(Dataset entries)
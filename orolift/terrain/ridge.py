"""A ridge entered by hand: a few points become a transect."""

from __future__ import annotations

from typing import TYPE_CHECKING

import numpy as np

from orolift.checks import within
from orolift.errors import TerrainError
from orolift.terrain.transect import HIGHEST_GROUND, LOWEST_GROUND, MINIMUM_RELIEF, Transect

if TYPE_CHECKING:
    from numpy.typing import ArrayLike, NDArray

USUAL_INTERVALS = 511  # 512 points
LEAST_POINTS = 3  # low ground upwind, the crest, low ground downwind
LONGEST_RIDGE = 2.0e6  # [m] beyond it a straight line over a flat Earth is no transect: a judgement


def ridge_transect(
    distance: ArrayLike,
    elevation: ArrayLike,
    *,
    spacing: float | None = None,
    bearing: float | None = None,
) -> Transect:
    """Transect through the points of a hand-entered ridge.

    For terrain known as a raster use ``orolift.sources.raster`` instead.

    Parameters
    ----------
    distance : array_like, shape (n,), n at least 3 [m]
        Distance along the wind, strictly increasing downwind, from any zero;
        at most 2000 km in all.
    elevation : array_like, shape (n,) [m]
        Ground above sea level, -430 m to 9000 m, at least 30 m between the
        lowest and the highest.
    spacing : float, optional [m]
        Wanted distance between points, default 1/511 of the length.
    bearing : float, optional [rad]
        Direction toward which `distance` grows, clockwise from north.

    Returns
    -------
    Transect
        Uniform spacing within about a tenth of the wanted one, both ends and
        the crest on points, `origin` the first of the given distances.

    Raises
    ------
    TerrainError
        Fewer than three points, distances that do not increase, or too flat.
    OutOfRangeError
        A number that is missing or implausible.

    Notes
    -----
    Assumes straight lines between the points. Of the spacings within a tenth
    of the wanted one, that which brings a point nearest to the crest is taken,
    and this point gets the height of the crest, so the height is kept exactly;
    the place is kept within a quarter of the spacing, nearly always within a
    hundredth. Other corners are cut by what the ground changes in half a spacing.

    Examples
    --------
    >>> ridge = ridge_transect([0.0, 25e3, 60e3], [40.0, 1850.0, 210.0])
    >>> float(ridge.elevation.max()), float(ridge.elevation[-1])
    (1850.0, 210.0)
    """
    x, h = _checked_points(distance, elevation)
    length = float(x[-1] - x[0])
    wanted = USUAL_INTERVALS if spacing is None else round(length / _checked_spacing(spacing, length))
    crest = int(np.argmax(h))
    intervals = _intervals_with_crest((x[crest] - x[0]) / length, wanted)
    grid = np.linspace(0.0, length, intervals + 1)
    ground = np.interp(grid, x - x[0], h)
    nearest = int(np.argmin(np.abs(grid - (x[crest] - x[0]))))
    if 0 < crest < x.size - 1:
        nearest = min(max(nearest, 1), intervals - 1)
    ground[nearest] = h[crest]
    return Transect(
        distance=grid,
        elevation=ground,
        bearing=bearing,
        origin=float(x[0]),
        notes=(f"Ridge entered by hand: straight lines between {x.size} points.",),
    )


def _checked_points(distance: ArrayLike, elevation: ArrayLike) -> tuple[NDArray[np.float64], NDArray[np.float64]]:
    """Points of a ridge, refused with a reason when they make none."""
    x = within("distance", distance, -LONGEST_RIDGE, LONGEST_RIDGE, "m", "Distances along the ridge are too large.")
    feet = "If the heights are in feet, say so by the name of the column or key."
    h = within("elevation", elevation, LOWEST_GROUND, HIGHEST_GROUND, "m", feet)
    if x.ndim != 1 or x.shape != h.shape or x.size < LEAST_POINTS:
        raise TerrainError(
            f"the ridge has {x.size} distances and {h.size} elevations; it needs at least {LEAST_POINTS} points, "
            "each a distance and an elevation: low ground upwind, the crest, low ground downwind"
        )
    steps = np.diff(x)
    if np.any(steps <= 0.0):
        bad = int(np.argmax(steps <= 0.0))
        raise TerrainError(
            f"the distances of the ridge do not increase: point {bad + 2} at {x[bad + 1] / 1000:g} km follows "
            f"{x[bad] / 1000:g} km. Enter the points from the upwind end to the downwind end, each once"
        )
    if x[-1] - x[0] > LONGEST_RIDGE:
        raise TerrainError(
            f"the ridge is {(x[-1] - x[0]) / 1000:g} km long, at most {LONGEST_RIDGE / 1000:g} km make sense. "
            "Are the distances in metres rather than kilometres?"
        )
    relief = float(np.ptp(h))
    if relief < MINIMUM_RELIEF:
        raise TerrainError(
            f"the ridge is flat: {relief:g} m between its lowest and highest point, "
            f"at least {MINIMUM_RELIEF:g} m are needed to lift air. Check the unit of the elevations"
        )
    return x, h


def _checked_spacing(spacing: float, length: float) -> float:
    """Wanted spacing, between a 20 000th and a 20th of the length."""
    hint = "Leave the spacing out for one of 512 points."
    return float(within("spacing", spacing, length / 20_000, length / 20, "m", hint))


def _intervals_with_crest(share: float, wanted: int) -> int:
    """Number of intervals, near the wanted one, of which a point falls nearest to `share` of the length."""
    candidates = np.arange(max(2, round(0.9 * wanted)), round(1.1 * wanted) + 1)
    offset = np.abs(candidates * share - np.rint(candidates * share))
    near = offset <= offset.min() + 1e-9
    best = candidates[near]
    return int(best[np.argmin(np.abs(best - wanted))])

**ASSIGNMENT**: State the number of lines in the records that include "entered", and write nothing else.

**RESPONSE TO THIS EXERCISE**: 3